Required action:
Each line of the entries below that includes "gssize" belongs in your answer.

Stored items
=-=-=

static void check_stretches(const Cut *clip)
{
    enum { FRAMES = 200 };
    g_autofree char *path = written(clip->name, &clip->options, FRAMES);
    g_autoptr(RfVideoFile) file = open_with(path, NULL);
    uint64_t hashes[FRAMES] = {0};
    g_autoptr(RfVideoReader) whole = reader_of(file, 2);
    RfFrame frame;
    while (next(whole, &frame)) hashes[frame.index] = rf_clip_hash(&frame);
    g_assert_cmpint(rf_video_file_faults(whole).frames, ==, FRAMES);
    g_assert_cmpint(rf_video_file_stretches(file) > 1, ==, clip->is_cut);
    g_autoptr(RfVideoReader) reader = reader_of(file, 1);
    GError *error = NULL;
    int64_t seen = 0;
    for (int s = rf_video_file_stretches(file) - 1; s >= 0;
         s--) { /* backwards: nothing can leak from one to the next */
        g_assert_true(rf_video_file_enter_stretch(reader, s, 1, &error));
        int64_t count = 0;
        for (; next(reader, &frame); count++) g_assert_cmpuint(rf_clip_hash(&frame), ==, hashes[frame.index]);
        g_assert_cmpint(count, ==, rf_video_file_stretch_frames(file, s));
        seen += count;
    }
    g_assert_cmpint(seen, ==, FRAMES);
    g_assert_cmpint(rf_video_file_faults(reader).lost, ==, 0);
    g_test_message("%s: %d stretches", clip->name, rf_video_file_stretches(file));
}

static void test_stretches(void)
{
    const Cut clips[] = {
        {"cut-h264.mkv", *RF_CLIP(.codec = RF_VIDEO_CODEC_H264, .keyframe_every = 25, .b_frames = 3), true},
        {"cut-h264.mp4", *RF_CLIP(.codec = RF_VIDEO_CODEC_H264, .keyframe_every = 25, .b_frames = 3), true},
        {"open-h264.mkv",
         *RF_CLIP(.codec = RF_VIDEO_CODEC_H264, .keyframe_every = 25, .b_frames = 3, .is_open_gop = true),
         false},
        {"cut-mpeg2.mpg",
         *RF_CLIP(.codec = RF_VIDEO_CODEC_MPEG2, .width = 320, .height = 240, .quality = 2,
                  .keyframe_every = 12, .b_frames = 2),
         true},
        {"open-mpeg2.mpg",
         *RF_CLIP(.codec = RF_VIDEO_CODEC_MPEG2, .width = 320, .height = 240, .quality = 2,
                  .keyframe_every = 12, .b_frames = 2, .is_open_gop = true),
         true},
        {"cut-mjpeg.avi", *RF_CLIP(.codec = RF_VIDEO_CODEC_MJPEG), true},
        {"cut-ffv1.mkv", *RF_CLIP(.codec = RF_VIDEO_CODEC_FFV1, .keyframe_every = 10), true},
        {"whole-ffv1.mkv", *RF_CLIP(.codec = RF_VIDEO_CODEC_FFV1, .keyframe_every = 300), false},
    };
    for (size_t i = 0; i < G_N_ELEMENTS(clips); i++) check_stretches(&clips[i]);
}

static void test_go_to(void)
{
    g_autofree char *path =
        written("goto.mkv", RF_CLIP(.codec = RF_VIDEO_CODEC_FFV1, .keyframe_every = 12), 60);
    g_autoptr(RfVideoFile) file = open_with(path, NULL);
    g_autoptr(RfVideoReader) reader = reader_of(file, 1);
    GError *error = NULL;
    const int64_t wanted[] = {40, 3, 59, 12, 11};
    for (size_t i = 0; i < G_N_ELEMENTS(wanted); i++) {
        RfFrame frame;
        g_assert_true(rf_video_file_go_to(reader, wanted[i], &error));
        g_assert_true(next(reader, &frame));
        g_assert_cmpint(frame.index, ==, wanted[i]);
        g_assert_cmpint(rf_clip_differences(&frame, wanted[i]), ==, 0);
    }
}

/* ---- damage ---- */

static void spoil(const char *path, double from, double to, size_t every)
{
    g_autofree char *bytes = NULL;
    size_t size = 0;
    g_assert_true(g_file_get_contents(path, &bytes, &size, NULL));
    for (size_t i = (size_t)(from * (double)size); i < (size_t)(to * (double)size); i += every)
        bytes[i] ^= 0x10;
    g_assert_true(g_file_set_contents(path, bytes, (gssize)size, NULL));
}

static void shorten(const char *path, double part)
{
    g_autofree char *bytes = NULL;
    size_t size = 0;
    g_assert_true(g_file_get_contents(path, &bytes, &size, NULL));
    g_assert_true(g_file_set_contents(path, bytes, (gssize)(part * (double)size), NULL));
}

static void test_flipped_bits(void)
{
    const Cut clips[] = {{"spoilt.mkv", *RF_CLIP(.codec = RF_VIDEO_CODEC_FFV1, .keyframe_every = 10), true},
                         {"spoilt.mp4", *RF_CLIP(.codec = RF_VIDEO_CODEC_H264, .keyframe_every = 20), true},
                         {"spoilt.avi", *RF_CLIP(.codec = RF_VIDEO_CODEC_MJPEG), true}};
    for (size_t i = 0; i < G_N_ELEMENTS(clips); i++) {
        g_autofree char *path = written(clips[i].name, &clips[i].options, 100);
        spoil(path, 0.5, 0.6, 301);
        g_autoptr(RfVideoFile) file = open_with(path, NULL);
        g_autoptr(RfVideoReader) reader = reader_of(file, 1);
        RfFrame frame;
        while (next(reader, &frame)) continue;
        RfVideoFaults faults = rf_video_file_faults(reader);
        g_test_message("%s: %d of 100 frames, %d damaged, %d lost, first at %.2f s", clips[i].name,
                       (int)faults.frames, (int)faults.damaged, (int)faults.lost, faults.first_fault_s);
        g_assert_cmpint(faults.damaged + faults.lost, >, 0);
        g_assert_cmpint(faults.frames, >, 50);
        g_assert_cmpfloat(faults.first_fault_s, >, 1.0);
        g_assert_cmpfloat(faults.first_fault_s, <, 2.3);
    }
}

static void test_cut_short(void)
{
    g_autofree char *path = written("short.mkv", RF_CLIP(.codec = RF_VIDEO_CODEC_FFV1), 100);
    shorten(path, 0.6);
    g_autoptr(RfVideoFile) file = open_with(path, NULL);
    g_autoptr(RfVideoReader) reader = reader_of(file, 1);
    RfFrame frame;
    int64_t good = 0;
    while (next(reader, &frame)) {
        if (rf_clip_differences(&frame, frame.index) == 0)
            good++;
        else
            g_assert_true(frame.is_damaged);
    }
    g_assert_cmpint(good, >, 50);
    g_assert_cmpint(good, <, 70);
}

/* ---- refusals ---- */

static void refuse_all(const char *const *paths, RfVideoError code, const char *says)
{
    GError *error = NULL;
    RfVideoFile *file = rf_video_file_open(paths, NULL, &error);
    g_assert_null(file);
    g_assert_error(error, RF_VIDEO_ERROR, (int)code);
    g_test_message("%s", error->message);
    g_assert_nonnull(strstr(error->message, says));
    g_assert_nonnull(strstr(error->message, paths[g_strv_length((char **)paths) - 1]));
    g_error_free(error);
}

static void refuse(const char *name, const char *bytes, gssize size, RfVideoError code, const char *says)
{
    g_autofree char *path = rf_clip_path(name);
    g_assert_true(g_file_set_contents(path, bytes, size, NULL));
    refuse_all((const char *const[]){path, NULL}, code, says);
}

static void test_refuses_what_is_no_video(void)
{
    static const char wav[] =
        "RIFF\x2c\0\0\0WAVEfmt \x10\0\0\0\1\0\1\0\x40\x1f\0\0\x40\x1f\0\0\1\0\x08\0data\x08\0\0\0"
        "\x80\x90\x80\x70\x80\x90\x80\x70";
    /* Matroska with one track, of sound */
    static const char sound[] =
        "\x1a\x45\xdf\xa3\x8b\x42\x82\x88matroska\x18S\x80g\xd1\x15I\xa9\x66\x87*\xd7\xb1\x83\x0f"
        "\x42@\x16T\xaek\xaa\xae\xa8\xd7\x81\x01s\xc5\x81\x01\x83\x81\x02\x86\x8d\x41_PCM/INT/L"
        "IT\xe1\x8d\xb5\x84\x45\xfa\x00\x00\x9f\x81\x01\x62\x64\x81\x10\x1f\x43\xb6u\x91\xe7\x81"
        "\x00\xa3\x8c\x81\x00\x00\x80\x00\x01\x00\x01\x00\x01\x00\x01";
    refuse("empty.mkv", "", 0, RF_VIDEO_ERROR_NOT_VIDEO, "not a video");
    refuse("text.mkv", "Dear diary, today the droplets fell.\n", -1, RF_VIDEO_ERROR_NOT_VIDEO, "not a video");
    refuse("sound.wav", wav, sizeof wav - 1, RF_VIDEO_ERROR_NOT_VIDEO, "no video stream");
    refuse("sound.mkv", sound, sizeof sound - 1, RF_VIDEO_ERROR_NOT_VIDEO, "no video stream");
    refuse("zeros.mp4", (const char[4096]){0}, 4096, RF_VIDEO_ERROR_NOT_VIDEO, "not a video");
}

=-=-=

Exercise answer:
    g_assert_true(g_file_set_contents(path, bytes, (gssize)size, NULL));
    g_assert_true(g_file_set_contents(path, bytes, (gssize)(part * (double)size), NULL));
static void refuse(const char *name, const char *bytes, gssize size, RfVideoError code, const char *says)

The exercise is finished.